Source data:
***
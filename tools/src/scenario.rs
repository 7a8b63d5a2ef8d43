//! The demo scenario: an invented greenhouse ventilation line, simulated.
//!
//! A deterministic generator of the four sensor signals of one fan (3-axis
//! vibration of the motor's bearing housing and one motor phase current)
//! during normal running and during injected faults, with per-sample labels.
//! Everything it needs is in the scenario file (`demo-data/scenario.toml`,
//! loaded by [`Scenario::load`]): machine parameters, fault parameters, and
//! per data set a seed, a length and a fault schedule. The same file and the
//! same generator give the same bits ([`content_hash`] pins them in
//! `tools/tests/scenario_hash.rs`).
//!
//! The scenario is invented for the demo: no real machine, site or product
//! is modelled. The physics is deliberately simple (textbook relations, no
//! fitted data); the aim is a signal that is realistic in kind, cheap to
//! generate, and learnable by a small LSTM next-step predictor.
//!
//! # Notation
//!
//! `fs` sample rate (400 Hz in the demo), `dt = 1/fs`, sample `n` at time
//! `t = n dt`. `N(0,1)` is a standard normal draw, `U(a,b)` a uniform draw.
//! Angles of sines are in radians; phases given in the file are in degrees.
//!
//! # Drive and speed
//!
//! The fan is driven by a 2-pole induction motor on a variable-frequency
//! drive. The drive's output (electrical) frequency follows a speed
//! setpoint `u(t)`:
//!
//! ```text
//! f_e(t) = supply_hz * (1 + u(t))
//! ```
//!
//! `u` is piecewise constant (the climate controller's speed stages): each
//! stage's level is `U(-setpoint_range, +setpoint_range)`, it lasts
//! `U(dwell_s[0], dwell_s[1])` seconds, and the drive ramps linearly from the
//! previous level over `ramp_s` seconds. The first stage starts before `t =
//! 0` (no ramp at the start of a set).
//!
//! The load factor `L(t)` (air flow against the greenhouse's pressure
//! difference: vents, wind) is an Ornstein-Uhlenbeck process around 1,
//! updated once per sample and floored at `load.floor`:
//!
//! ```text
//! l[n+1] = a l[n] + sigma sqrt(1 - a^2) N(0,1),  a = exp(-dt / tau_s),  L = max(1 + l, floor)
//! ```
//!
//! (`l[0]` is drawn from the stationary distribution `sigma N(0,1)`).
//! The load torque relative to rated follows the fan law (torque grows with
//! the square of speed, common practice), with the current-surge fault's
//! torque multiplier `M(t)` (1 outside a surge):
//!
//! ```text
//! T(t) = L(t) * M(t) * (f_e / supply_hz)^2
//! ```
//!
//! The induction motor's slip is proportional to torque below breakdown
//! (the linear part of the torque-slip curve, common practice), capped at
//! `max_slip`, and the shaft turns at
//!
//! ```text
//! s = min(rated_slip * T, max_slip),   f_r = f_e (1 - s)
//! ```
//!
//! With the demo's `supply_hz = 25`, `rated_slip = 0.04`: `f_r = 24 Hz` at
//! nominal setpoint and load. The shaft angle and the electrical angle are
//! integrated sample by sample (`theta_r += 2 pi f_r dt`, `theta_e += 2 pi f_e
//! dt`), so speed changes are phase-continuous. `g = f_r / f_r0` is the speed
//! relative to nominal (`f_r0 = supply_hz (1 - rated_slip)`).
//!
//! # Vibration (mm/s, velocity)
//!
//! Bearing-housing vibration velocity in mm/s on axes `a = x, y` (radial,
//! horizontal and vertical) and `z` (axial). Per axis, with the file's peak
//! amplitudes `A` (at nominal speed) and phases `phi`:
//!
//! ```text
//! v_a = g^2 [ A1_a sin(theta_r + phi1_a) + A2_a sin(2 theta_r + phi2_a) ]
//!     + g^2 L Ab_a sin(B theta_r + phib_a)
//!     + sigma_a N(0,1)
//! ```
//!
//! - 1x: the residual imbalance of a healthy fan wheel; its force grows with
//!   the square of speed (centrifugal force `m e w^2`), and so, in this
//!   simplified model, does the response;
//! - 2x: residual misalignment of the coupling;
//! - blade pass at `B = blades` times shaft speed (6 blades: 144 Hz at
//!   24 Hz, below the 200 Hz Nyquist limit), growing with speed squared and
//!   with load (the aerodynamic pressure pulses);
//! - white sensor and process noise with standard deviation `sigma_a`.
//!
//! Normal running is thus dominated by three periodic components with
//! slowly varying frequency, plus moderate noise: predictable for a
//! next-step predictor, with a residual floor set by the noise.
//!
//! # Motor current (A, instantaneous)
//!
//! The instantaneous current of one motor phase as a Hall-effect current
//! sensor sees it (no DC: the drive's output is AC at `f_e`, about 25 Hz,
//! 16 samples per cycle at 400 Hz). Its RMS magnitude combines the
//! magnetizing current (constant at constant volts per hertz) and the
//! torque-producing current (proportional to torque) in quadrature:
//!
//! ```text
//! I(t) = sqrt(I_m^2 + (I_t T)^2)
//! i(t) = sqrt(2) I(t) [ sin(theta_e) + h5 sin(5 theta_e + phi5) ] + sigma_i N(0,1)
//! ```
//!
//! `h5` is the drive's 5th-harmonic content (125 Hz at 25 Hz, below
//! Nyquist). The demo: `I_m = 1.1 A`, `I_t = 2.0 A`, about 2.3 A RMS
//! (3.2 A peak) at nominal load. Because speed (slip), current and blade
//! pass all depend on the same `T`, the channels are physically coupled.
//!
//! # Sensors
//!
//! Every channel goes through an ideal ADC with `adc_bits` bits over
//! `+-full_scale`: `q = clamp(round(v / lsb), -2^(bits-1), 2^(bits-1) - 1) lsb`,
//! `lsb = 2 full_scale / 2^bits` (the demo: 16 bits over +-32 mm/s gives
//! `lsb = 2^-10 mm/s`, over +-16 A gives `2^-11 A`; far below the noise). The
//! output values are exact multiples of the LSB, so they are exact `f32`s,
//! and the grid also makes the output robust against last-bit differences of
//! the platform's `sin`/`exp`/`ln` (a value only changes if a 1e-16 error
//! lands on a rounding boundary of a 1e-3 grid).
//!
//! # Faults
//!
//! Each fault is an event `[start, end)` in samples (from `start_s` and
//! `duration_s` in the file, rounded to the nearest sample) with a
//! `severity` multiplier (1 by default) on its amplitudes. Its effect is
//! confined to the event, and every sample in it is labelled 1. Each event
//! draws its own random numbers (its own stream), so adding an event never
//! changes the normal signal's noise elsewhere.
//!
//! **Imbalance** (fouling or erosion of the fan wheel, time-compressed to
//! minutes): an extra rotating 1x force whose amplitude ramps linearly from 0
//! to `severity * peak_mm_s` over the first `ramp_fraction` of the event and
//! then holds, scaled by `g^2`. As a rotating vector it reaches the vertical
//! axis 90 degrees after the horizontal one (`psi` is drawn per event):
//!
//! ```text
//! u = severity peak g^2 min(1, (t - t_start) / (ramp_fraction D))
//! v_x += gx u sin(theta_r + psi),  v_y += gy u sin(theta_r + psi - pi/2),  v_z += gz u sin(theta_r + psi)
//! ```
//!
//! **Bearing defect** (a spall on one race or ball of the motor's drive-end
//! bearing): each time a rolling element meets the defect it strikes the
//! housing, which rings at its structural resonance. The strike rate is a
//! bearing defect frequency, from the textbook kinematic formulas for a
//! bearing with `n` balls of diameter `d` on pitch diameter `D` at contact
//! angle `phi`, with a stationary outer race and the inner race turning at
//! `f_r`:
//!
//! ```text
//! BPFO = (n/2) f_r (1 - (d/D) cos phi)          ball pass frequency, outer race
//! BPFI = (n/2) f_r (1 + (d/D) cos phi)          ball pass frequency, inner race
//! BSF  = (D/(2d)) f_r (1 - ((d/D) cos phi)^2)   ball spin frequency
//! FTF  = (f_r/2) (1 - (d/D) cos phi)            fundamental train (cage) frequency
//! ```
//!
//! The invented geometry (`n = 8`, `d = 7.9 mm`, `D = 34.5 mm`, `phi = 0`)
//! gives BPFO = 3.084 x, BPFI = 4.916 x, BSF = 2.069 x, FTF = 0.386 x the
//! shaft speed (74.0, 118.0, 49.7 and 9.25 Hz at 24 Hz). The defect `outer`
//! strikes at BPFO with constant strength (it sits in the load zone);
//! `inner` strikes at BPFI, its strength modulated once per revolution as
//! it passes through the load zone (`0.3 + 0.7 (1 + cos(theta_r + psi)) / 2`);
//! `ball` strikes at `2 BSF` (the ball hits both races per spin), modulated
//! at the cage frequency FTF in the same way. The interval between strikes
//! jitters (rolling elements slip): each interval is `(1 + timing_jitter
//! N(0,1))` defect periods (clamped to 0.5..1.5), each strength is
//! `severity impulse_mm_s (1 + amplitude_jitter N(0,1))` times the
//! modulation. A strike at time `t_k` (between samples; its exact time is
//! interpolated) adds the velocity impulse response of a single-degree-of-
//! freedom oscillator with natural frequency `f_n = housing.resonance_hz`
//! and damping ratio `zeta` (textbook):
//!
//! ```text
//! h(t) = A e^(-zeta w_n t) [ cos(w_d t) - zeta / sqrt(1 - zeta^2) sin(w_d t) ],  t >= t_k
//! w_n = 2 pi f_n,  w_d = w_n sqrt(1 - zeta^2),  t = time since the strike
//! ```
//!
//! scaled per axis by `bearing.axis_gain`. It is computed exactly at the
//! sample times by a complex phasor that is multiplied by `e^((-zeta w_n + i
//! w_d) dt)` each sample, and incremented by `A e^((-zeta w_n + i w_d) delta)`
//! at a strike `delta` seconds before the sample. The demo's resonance, 170 Hz
//! with `zeta = 0.08` (decay time constant 11.7 ms), lies below Nyquist and
//! apart from the blade pass. No strikes are started in the last 5 decay time
//! constants of the event, so the ringing has died down (to `e^-5`) when the
//! event ends.
//!
//! **Mount looseness** (a loose hold-down bolt of the motor foot): the mount's
//! stiffness becomes nonlinear and the foot rattles. Modelled as:
//!
//! 1. a series of sub-harmonics and harmonics at the file's `orders`
//!    (multiples of 0.5x: `0.5x, 1.5x, 2x, ...`) with peak amplitudes
//!    `amplitudes_mm_s` and per-event random phases `phi_k`, on each axis
//!    scaled by `axis_gain`:
//!    `v_a += gain_a severity g^2 sum_k A_k sin(k theta_r + phi_k)`
//!    (half orders use `theta_r` kept modulo `4 pi`, so they are continuous);
//! 2. a larger 1x response (lower stiffness): the normal 1x term is
//!    multiplied by `1 + severity (one_x_gain - 1)`;
//! 3. the foot lands on its base every second revolution (the 0.5x rhythm),
//!    striking the housing resonance as above, with strength `severity
//!    impact_mm_s g^2 (1 + 0.2 N(0,1))`, scaled per axis by `axis_gain`;
//! 4. truncation: the base stops the upward travel, `v_y = min(v_y,
//!    clip_mm_s)` (applied after the noise, before the ADC).
//!
//! **Current surge** (the fan wheel is obstructed, e.g. by a jammed vent
//! flap, or the supply voltage sags): the torque multiplier `M(t)` rises to
//! `1 + severity (torque_factor - 1)` with an overshoot decaying with
//! `overshoot_tau_s`, a first-order rise `rise_s`, a linear release over the
//! last `release_s` of the event, and a once-per-revolution torque ripple
//! (the obstruction rubbing):
//!
//! ```text
//! tau = t - t_start,  D = event duration
//! E(tau) = (1 - e^(-tau / rise_s)) min(1, (D - tau) / release_s)
//! M = 1 + severity E(tau) [ (torque_factor - 1) + overshoot e^(-tau / overshoot_tau_s) ] (1 + ripple sin(theta_r + psi))
//! ```
//!
//! Through `T` the current magnitude rises (3.1 times the nominal current at
//! the demo's `torque_factor = 3.5`) and the slip grows, so the shaft slows
//! by up to `max_slip` and the vibration's frequencies dip with it.
//!
//! # Data sets
//!
//! [`DataSet::Train`] and [`DataSet::Calib`] are normal running only (the
//! file may not schedule faults in them), [`DataSet::Test`] has the fault
//! schedule (and at least an hour of normal running for a false-alarm
//! figure in the demo file), [`DataSet::Sample`] is a short trace with one
//! fault that is shipped in `demo-data/`. Each set has its own seed; the set
//! is `round(duration_s fs)` samples long.
//!
//! # Random streams
//!
//! All randomness is `ChaCha8Rng::seed_from_u64(seed)` with a separate
//! stream (`set_stream`) per purpose: 1 setpoint stages, 2 load, 3 sensor
//! noise, 4 initial angles, `100 + i` the `i`-th event of the set (file
//! order). ChaCha output is value-stable across `rand_chacha` versions;
//! uniform `f64`s are `rand`'s `StandardUniform` (53 bits) and normal draws
//! are Box-Muller pairs from them (`sqrt(-2 ln(1 - u1)) (cos, sin)(2 pi u2)`).

use anyhow::{anyhow, bail, Context, Result};
use rand::{Rng, SeedableRng};
use rand_chacha::ChaCha8Rng;
use serde::{Deserialize, Serialize};
use std::f64::consts::TAU;
use std::path::Path;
***
Action item =
Could you set down, word for word, only the lines above from the line with "jitters (rolling elements" to the line with "foot): the mount's", including both?

Task response =
//! jitters (rolling elements slip): each interval is `(1 + timing_jitter
//! N(0,1))` defect periods (clamped to 0.5..1.5), each strength is
//! `severity impulse_mm_s (1 + amplitude_jitter N(0,1))` times the
//! modulation. A strike at time `t_k` (between samples; its exact time is
//! interpolated) adds the velocity impulse response of a single-degree-of-
//! freedom oscillator with natural frequency `f_n = housing.resonance_hz`
//! and damping ratio `zeta` (textbook):
//!
//! ```text
//! h(t) = A e^(-zeta w_n t) [ cos(w_d t) - zeta / sqrt(1 - zeta^2) sin(w_d t) ],  t >= t_k
//! w_n = 2 pi f_n,  w_d = w_n sqrt(1 - zeta^2),  t = time since the strike
//! ```
//!
//! scaled per axis by `bearing.axis_gain`. It is computed exactly at the
//! sample times by a complex phasor that is multiplied by `e^((-zeta w_n + i
//! w_d) dt)` each sample, and incremented by `A e^((-zeta w_n + i w_d) delta)`
//! at a strike `delta` seconds before the sample. The demo's resonance, 170 Hz
//! with `zeta = 0.08` (decay time constant 11.7 ms), lies below Nyquist and
//! apart from the blade pass. No strikes are started in the last 5 decay time
//! constants of the event, so the ringing has died down (to `e^-5`) when the
//! event ends.
//!
//! **Mount looseness** (a loose hold-down bolt of the motor foot): the mount's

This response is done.